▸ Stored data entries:
####################
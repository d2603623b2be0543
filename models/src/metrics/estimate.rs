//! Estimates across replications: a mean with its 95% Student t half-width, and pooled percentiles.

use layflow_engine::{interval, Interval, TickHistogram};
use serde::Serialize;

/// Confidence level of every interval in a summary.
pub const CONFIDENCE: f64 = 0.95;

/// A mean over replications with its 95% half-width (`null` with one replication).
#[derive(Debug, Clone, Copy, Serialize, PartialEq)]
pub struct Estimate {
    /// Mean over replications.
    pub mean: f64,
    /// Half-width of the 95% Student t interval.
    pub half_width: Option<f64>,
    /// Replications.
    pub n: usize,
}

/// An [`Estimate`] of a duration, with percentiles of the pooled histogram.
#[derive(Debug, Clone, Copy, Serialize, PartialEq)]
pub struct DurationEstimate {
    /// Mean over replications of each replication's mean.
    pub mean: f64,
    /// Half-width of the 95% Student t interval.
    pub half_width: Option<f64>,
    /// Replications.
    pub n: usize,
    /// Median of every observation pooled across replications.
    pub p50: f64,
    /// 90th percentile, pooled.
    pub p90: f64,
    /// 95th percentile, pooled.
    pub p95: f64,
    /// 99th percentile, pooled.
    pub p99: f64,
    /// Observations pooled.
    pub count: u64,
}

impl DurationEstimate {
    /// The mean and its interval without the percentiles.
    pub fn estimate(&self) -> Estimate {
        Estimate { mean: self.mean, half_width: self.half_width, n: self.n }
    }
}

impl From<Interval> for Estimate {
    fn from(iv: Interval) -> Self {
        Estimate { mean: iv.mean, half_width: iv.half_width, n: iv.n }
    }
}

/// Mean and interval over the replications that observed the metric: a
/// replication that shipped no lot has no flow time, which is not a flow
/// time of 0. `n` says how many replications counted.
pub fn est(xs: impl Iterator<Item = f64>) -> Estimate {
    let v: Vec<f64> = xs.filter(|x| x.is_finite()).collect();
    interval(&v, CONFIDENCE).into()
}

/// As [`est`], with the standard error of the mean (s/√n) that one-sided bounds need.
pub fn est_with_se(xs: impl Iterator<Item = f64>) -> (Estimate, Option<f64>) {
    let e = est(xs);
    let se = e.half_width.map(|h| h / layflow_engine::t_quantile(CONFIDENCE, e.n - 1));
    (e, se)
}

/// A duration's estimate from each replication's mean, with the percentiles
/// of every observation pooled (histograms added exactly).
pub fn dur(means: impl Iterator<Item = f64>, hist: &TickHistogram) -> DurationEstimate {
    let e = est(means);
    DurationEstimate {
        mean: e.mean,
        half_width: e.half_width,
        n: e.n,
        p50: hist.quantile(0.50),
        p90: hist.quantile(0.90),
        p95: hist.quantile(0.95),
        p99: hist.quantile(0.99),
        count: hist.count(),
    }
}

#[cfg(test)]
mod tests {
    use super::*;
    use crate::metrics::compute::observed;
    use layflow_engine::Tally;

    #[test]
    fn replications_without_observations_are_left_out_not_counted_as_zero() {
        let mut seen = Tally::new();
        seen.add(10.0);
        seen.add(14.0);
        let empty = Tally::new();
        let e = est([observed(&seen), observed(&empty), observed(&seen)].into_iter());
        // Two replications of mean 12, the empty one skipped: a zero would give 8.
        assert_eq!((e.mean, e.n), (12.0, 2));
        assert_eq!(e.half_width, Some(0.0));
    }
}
####################
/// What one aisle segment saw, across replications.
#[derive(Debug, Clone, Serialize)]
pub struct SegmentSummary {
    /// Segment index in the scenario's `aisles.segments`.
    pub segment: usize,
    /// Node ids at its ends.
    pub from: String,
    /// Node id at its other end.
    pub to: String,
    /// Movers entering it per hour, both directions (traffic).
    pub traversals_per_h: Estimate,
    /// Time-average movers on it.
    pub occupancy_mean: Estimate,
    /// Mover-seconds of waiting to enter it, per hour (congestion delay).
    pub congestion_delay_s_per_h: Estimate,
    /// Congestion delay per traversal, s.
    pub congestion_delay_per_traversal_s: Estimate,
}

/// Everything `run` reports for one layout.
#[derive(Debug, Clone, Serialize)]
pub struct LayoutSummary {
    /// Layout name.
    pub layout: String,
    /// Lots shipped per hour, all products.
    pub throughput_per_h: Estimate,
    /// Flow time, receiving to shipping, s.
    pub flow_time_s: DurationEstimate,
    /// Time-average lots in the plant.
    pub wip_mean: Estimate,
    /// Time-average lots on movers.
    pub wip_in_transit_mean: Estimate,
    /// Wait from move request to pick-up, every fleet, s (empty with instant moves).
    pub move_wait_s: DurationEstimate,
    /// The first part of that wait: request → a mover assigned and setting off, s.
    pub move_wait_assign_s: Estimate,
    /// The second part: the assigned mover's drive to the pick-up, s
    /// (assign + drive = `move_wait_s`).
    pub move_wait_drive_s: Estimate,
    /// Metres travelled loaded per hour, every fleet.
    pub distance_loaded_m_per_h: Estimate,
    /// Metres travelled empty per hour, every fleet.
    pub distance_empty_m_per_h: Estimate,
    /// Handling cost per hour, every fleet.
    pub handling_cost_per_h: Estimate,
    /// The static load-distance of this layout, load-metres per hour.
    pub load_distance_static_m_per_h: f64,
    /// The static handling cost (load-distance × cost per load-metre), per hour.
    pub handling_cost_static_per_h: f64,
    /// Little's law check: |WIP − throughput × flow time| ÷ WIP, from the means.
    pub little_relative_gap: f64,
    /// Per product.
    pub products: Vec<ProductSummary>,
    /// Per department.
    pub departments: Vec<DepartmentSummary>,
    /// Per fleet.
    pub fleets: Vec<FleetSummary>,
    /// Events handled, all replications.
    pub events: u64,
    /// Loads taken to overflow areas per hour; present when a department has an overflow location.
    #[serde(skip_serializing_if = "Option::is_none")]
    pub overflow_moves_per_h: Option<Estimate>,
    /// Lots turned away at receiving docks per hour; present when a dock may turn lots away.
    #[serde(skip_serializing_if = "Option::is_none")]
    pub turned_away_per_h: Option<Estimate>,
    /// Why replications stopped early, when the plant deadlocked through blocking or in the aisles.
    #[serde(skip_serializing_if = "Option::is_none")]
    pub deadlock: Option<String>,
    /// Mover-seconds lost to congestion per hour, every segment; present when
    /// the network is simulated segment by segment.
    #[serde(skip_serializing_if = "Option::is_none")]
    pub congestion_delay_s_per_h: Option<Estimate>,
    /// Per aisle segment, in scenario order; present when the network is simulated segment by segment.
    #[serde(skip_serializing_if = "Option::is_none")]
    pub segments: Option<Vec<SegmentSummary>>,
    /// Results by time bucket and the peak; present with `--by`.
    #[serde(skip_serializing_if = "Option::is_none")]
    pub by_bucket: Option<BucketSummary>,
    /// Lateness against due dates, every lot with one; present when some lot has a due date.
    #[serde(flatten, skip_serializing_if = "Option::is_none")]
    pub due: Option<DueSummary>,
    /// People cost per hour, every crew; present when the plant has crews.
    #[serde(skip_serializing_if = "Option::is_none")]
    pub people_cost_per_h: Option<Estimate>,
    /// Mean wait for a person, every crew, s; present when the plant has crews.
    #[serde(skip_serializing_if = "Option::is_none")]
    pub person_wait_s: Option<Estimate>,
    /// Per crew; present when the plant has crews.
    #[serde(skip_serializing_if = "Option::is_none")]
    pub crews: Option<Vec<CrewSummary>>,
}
####################
▸ Directions for this task: Please transcribe only the lines in the records above running from the line that has "repository d2603623b2be0543" through the line that has "iv.half_width, n: iv.n", both included, exactly as they appear.

▸ Solution for this task:
repository d2603623b2be0543
filename models/src/metrics/estimate.rs
//! Estimates across replications: a mean with its 95% Student t half-width, and pooled percentiles.

use layflow_engine::{interval, Interval, TickHistogram};
use serde::Serialize;

/// Confidence level of every interval in a summary.
pub const CONFIDENCE: f64 = 0.95;

/// A mean over replications with its 95% half-width (`null` with one replication).
#[derive(Debug, Clone, Copy, Serialize, PartialEq)]
pub struct Estimate {
    /// Mean over replications.
    pub mean: f64,
    /// Half-width of the 95% Student t interval.
    pub half_width: Option<f64>,
    /// Replications.
    pub n: usize,
}

/// An [`Estimate`] of a duration, with percentiles of the pooled histogram.
#[derive(Debug, Clone, Copy, Serialize, PartialEq)]
pub struct DurationEstimate {
    /// Mean over replications of each replication's mean.
    pub mean: f64,
    /// Half-width of the 95% Student t interval.
    pub half_width: Option<f64>,
    /// Replications.
    pub n: usize,
    /// Median of every observation pooled across replications.
    pub p50: f64,
    /// 90th percentile, pooled.
    pub p90: f64,
    /// 95th percentile, pooled.
    pub p95: f64,
    /// 99th percentile, pooled.
    pub p99: f64,
    /// Observations pooled.
    pub count: u64,
}

impl DurationEstimate {
    /// The mean and its interval without the percentiles.
    pub fn estimate(&self) -> Estimate {
        Estimate { mean: self.mean, half_width: self.half_width, n: self.n }
    }
}

impl From<Interval> for Estimate {
    fn from(iv: Interval) -> Self {
        Estimate { mean: iv.mean, half_width: iv.half_width, n: iv.n }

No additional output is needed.